Equity markets in the U.S. fell sharply again on Monday, with the S&P 500 off approximately 4.1%. This comes on the heels of a rough stretch last week where the index finished lower by 3.9%, its worst weekly performance in two years. Global markets also have traded lower in sympathy.
Although pinpointing a specific catalyst for a decline is always difficult, it appears investor angst over the recent run-up in bond yields is the key variable. The yield on the 10-year U.S. Treasury note, which started the year at 2.41%, climbed to a roughly four-year high of 2.84% Friday on the prospects for stronger economic growth and higher inflation. This may call into question expectations that the Federal Reserve will raise its policy rate (the federal funds rate) only three times this year.

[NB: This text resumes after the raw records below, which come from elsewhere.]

/**
 * The recorder: values per step equal the settler's own per-step record, exports round-trip, and the
 * `.npy` files are read back by NumPy itself when python3 with NumPy is installed (skipped with a
 * printed reason otherwise).
 */
import { describe, it, expect } from "vitest";
import { spawnSync } from "node:child_process";
import { mkdtempSync, readFileSync, rmSync } from "node:fs";
import { tmpdir } from "node:os";
import path from "node:path";
import fc from "fast-check";
import { buildNetwork, decodeNpy, EbbflowError, Recorder, Settler, type NetworkSpecInput, type Snapshot } from "../../src/index.js";
import { writeRecording, timelineSpec, timelineSvg } from "../../src/node/index.js";
import { check } from "../helpers/property.js";

const numpyProbe = spawnSync("python3", ["-c", "import numpy; print(numpy.__version__)"], { encoding: "utf8" });
const numpy = numpyProbe.status === 0 ? numpyProbe.stdout.trim() : undefined;
if (numpy === undefined) console.log(`NumPy read-back of the recorder skipped: python3 -c "import numpy" failed (${(numpyProbe.stderr || numpyProbe.error?.message || "").trim().split("\n").at(-1)})`);

const spec: NetworkSpecInput = {
  seed: 5,
  layers: [
    { name: "touch", size: 3, role: "input" },
    { name: "h", size: 4, role: "hidden", unit: { kind: "tanh" }, adaptation: { tau: 3, gain: 0.5 }, tau: 2 },
    { name: "texture", size: 2, role: "output" },
  ],
  connections: [
    { from: "touch", to: "h", depression: { recovery: 4, use: 0.3 } },
    { from: "h", to: "texture", feedback: { kind: "tied", gain: 1 } },
  ],
  dynamics: { dt: 0.2 },
};

function recordSome(rec: Recorder, settler: Settler, patterns: number[][], steps: number[]) {
  let last: Snapshot | undefined;
  patterns.forEach((x, p) => {
    const snap = settler.settle({ phase: "free", inputs: { touch: x }, maxSteps: steps[p]!, start: last, record: true, onStep: rec.onStep });
    rec.endPattern({ sequence: 0, position: p, phase: "free" });
    last = snap;
    return snap;
  });
}

describe("Recorder", () => {
  it("keeps every step's activity equal to the settler's own per-step record, NaN after a pattern's last step", () => {
    check(
      fc.property(fc.array(fc.integer({ min: 1, max: 12 }), { minLength: 1, maxLength: 4 }), fc.integer({ min: 0, max: 1000 }), (steps, seed) => {
        const net = buildNetwork({ ...spec, seed });
        const settler = new Settler(net, 1);
        const rec = new Recorder(net, { batch: 1, steps: 12, patterns: steps.length, layers: ["h", "texture"], adaptation: ["h"], resources: ["touch->h"] });
        let start;
        for (let p = 0; p < steps.length; p++) {
          const snap = settler.settle({ phase: "free", inputs: { touch: [p % 2, 1, 0.5] }, maxSteps: steps[p]!, tolerance: Number.MIN_VALUE, start, record: true, onStep: rec.onStep });
          rec.endPattern({ position: p });
          for (let s = 1; s <= steps[p]!; s++) for (let j = 0; j < 4; j++) expect(rec.value("h", p, s, 0, j)).toBe(snap.record![s - 1]![1]![j]);
          expect(rec.value("h.adaptation", p, steps[p]!, 0, 0)).toBe(snap.adaptation[1]![0]);
          expect(rec.value("touch->h.resources", p, steps[p]!, 0, 2)).toBe(snap.resources[0]![2]);
          if (steps[p]! < 12) expect(rec.value("texture", p, steps[p]! + 1, 0, 0)).toBeNaN();
          expect(rec.stepCounts[p]).toBe(steps[p]);
          start = snap;
        }
      }),
      20,
    );
  });

  it("JSON Lines and CSV hold the same numbers as the arrays (round trip through JSON.parse and Number)", () => {
    const net = buildNetwork(spec);
    const rec = new Recorder(net, { batch: 2, steps: 5, patterns: 3, layers: ["h"], adaptation: ["h"] });
    const settler = new Settler(net, 2);
    let start;
    for (let p = 0; p < 3; p++) {
      start = settler.settle({ phase: "free", inputs: { touch: [1, 0, 0, 0, 1, 0.5] }, maxSteps: 3 + p, tolerance: Number.MIN_VALUE, start, onStep: rec.onStep });
      rec.endPattern({ sequence: 7, position: p, phase: "free" });
    }
    const lines = rec.toJsonLines().trim().split("\n").map((l) => JSON.parse(l));
    expect(lines.length).toBe(2 * (3 + 4 + 5));
    for (const o of lines) {
      expect(o.sequence).toBe(7);
      for (let j = 0; j < 4; j++) expect(o.h[j]).toBe(rec.value("h", o.pattern, o.step, o.row, j));
    }
    const csv = rec.toCsv().trim().split("\n");
    expect(csv[0]).toBe("pattern,sequence,position,phase,step,row,h[0],h[1],h[2],h[3],h.adaptation[0],h.adaptation[1],h.adaptation[2],h.adaptation[3]");
    expect(csv.length).toBe(1 + lines.length);
    const cells = csv[5]!.split(",");
    const [p, , , , s, b] = cells.map(Number);
    expect(Number(cells[10])).toBe(rec.value("h.adaptation", p!, s!, b!, 0));
  });

  it("refuses a settling longer than its capacity, one pattern too many and unknown names, as typed errors", () => {
    const net = buildNetwork(spec);
    const rec = new Recorder(net, { batch: 1, steps: 3, patterns: 1, layers: ["h"] });
    const settler = new Settler(net, 1);
    expect(() => settler.settle({ phase: "free", inputs: { touch: [1, 1, 1] }, maxSteps: 4, tolerance: Number.MIN_VALUE, onStep: rec.onStep })).toThrow(/recorder\.steps/);
    rec.clear();
    settler.settle({ phase: "free", inputs: { touch: [1, 1, 1] }, maxSteps: 3, onStep: rec.onStep });
    rec.endPattern();
    expect(() => rec.endPattern()).toThrow(EbbflowError);
    expect(() => new Recorder(net, { batch: 1, steps: 3, patterns: 1, layers: ["nope"] })).toThrow(/recorder\.layers\[0\]/);
    expect(() => new Recorder(net, { batch: 1, steps: 3, patterns: 1, adaptation: ["texture"] })).toThrow(/recorder\.adaptation\[0\]/);
    expect(() => new Recorder(net, { batch: 1, steps: 0, patterns: 1, layers: ["h"] })).toThrow(/recorder\.steps/);
    expect(() => new Recorder(net, { batch: 1, steps: 1, patterns: 1 })).toThrow(/at least one channel/);
  });

  it("writes .npy files that decode to the recorded arrays, and that NumPy reads back (np.load, independent reader)", async () => {
    const net = buildNetwork(spec);
    const rec = new Recorder(net, { batch: 1, steps: 8, patterns: 3, layers: ["h", "texture"], resources: ["touch->h"] });
    recordSome(rec, new Settler(net, 1), [[1, 0, 0], [0, 1, 0], [1, 0, 0]], [8, 5, 8]);
    const dir = mkdtempSync(path.join(tmpdir(), "ebbflow-rec-"));
    try {
      const files = await writeRecording(dir, rec, "touch");
      const mine = decodeNpy(readFileSync(files.npy["h"]!));
      expect(mine.shape).toEqual([3, 8, 1, 4]);
      expect(Array.from(mine.data as Float64Array)).toEqual(Array.from(rec.channel("h").data));
      expect(path.basename(files.npy["touch->h.resources"]!)).toBe("touch.touch-_h.resources.npy");
      if (numpy === undefined) return;
      const out = spawnSync(
        "python3",
        ["-c", "import sys, json, numpy as np\na = np.load(sys.argv[1]); s = np.load(sys.argv[2])\nprint(json.dumps({'shape': list(a.shape), 'dtype': str(a.dtype), 'steps': s.tolist(), 'v': a[1, 4, 0, 2], 'nan': bool(np.isnan(a[1, 5:, :, :]).all()), 'sum': float(np.nansum(a))}))", files.npy["h"]!, files.steps],
        { encoding: "utf8" },
      );
      expect(out.status, out.stderr).toBe(0);
      const r = JSON.parse(out.stdout);
      expect(r.shape).toEqual([3, 8, 1, 4]);
      expect(r.dtype).toBe("float64");
      expect(r.steps).toEqual([8, 5, 8]);
      expect(r.v).toBe(rec.value("h", 1, 5, 0, 2));
      expect(r.nan).toBe(true);
      let sum = 0;
      for (const v of rec.channel("h").data) if (!Number.isNaN(v)) sum += v;
      expect(r.sum).toBeCloseTo(sum, 12);
    } finally {
      rmSync(dir, { recursive: true, force: true });
    }
  });

  it("draws units over time as a heat map or a raster (vega-lite spec; SVG when vega is installed)", async () => {
    const net = buildNetwork(spec);
    const rec = new Recorder(net, { batch: 1, steps: 6, patterns: 2, layers: ["h"] });
    recordSome(rec, new Settler(net, 1), [[1, 0, 0], [0, 0, 1]], [6, 6]);
    const heat = timelineSpec(rec, "h") as { data: { values: unknown[] }; width: number };
    expect(heat.data.values.length).toBe(2 * 6 * 4);
    const raster = timelineSpec(rec, "h", { raster: 0.1 }) as { data: { values: { value: number }[] } };
    expect(raster.data.values.every((v) => v.value >= 0.1)).toBe(true);
    expect(() => timelineSpec(rec, "h", { row: 1 })).toThrow(/options\.row/);
    let svg: string | null = null;
    try {
      svg = await timelineSvg(rec, "h");
    } catch (e) {
      if (!(e instanceof EbbflowError && e.code === "unsupported")) throw e;
      console.log("timeline SVG skipped: vega not installed");
    }
    if (svg !== null) expect(svg.startsWith("<svg")).toBe(true);
  });
});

Although such a decline may be disconcerting to investors, it is important to keep the following points in mind:
When looking at a chart of long-term equity market performance, declines like those experienced last week are barely perceptible. Investors should focus on their long-term investing objectives because even if this ends up being the beginning of a meaningful correction, stocks remain the best way for investors to build wealth over time.
If this decline has you questioning your willingness and ability to tolerate a further meaningful drawdown in stock prices, it is important to discuss this with your adviser. A nine-year bull market that has experienced few sizable pullbacks can lull us into complacency with respect to our true risk appetite. It’s not too late to reassess.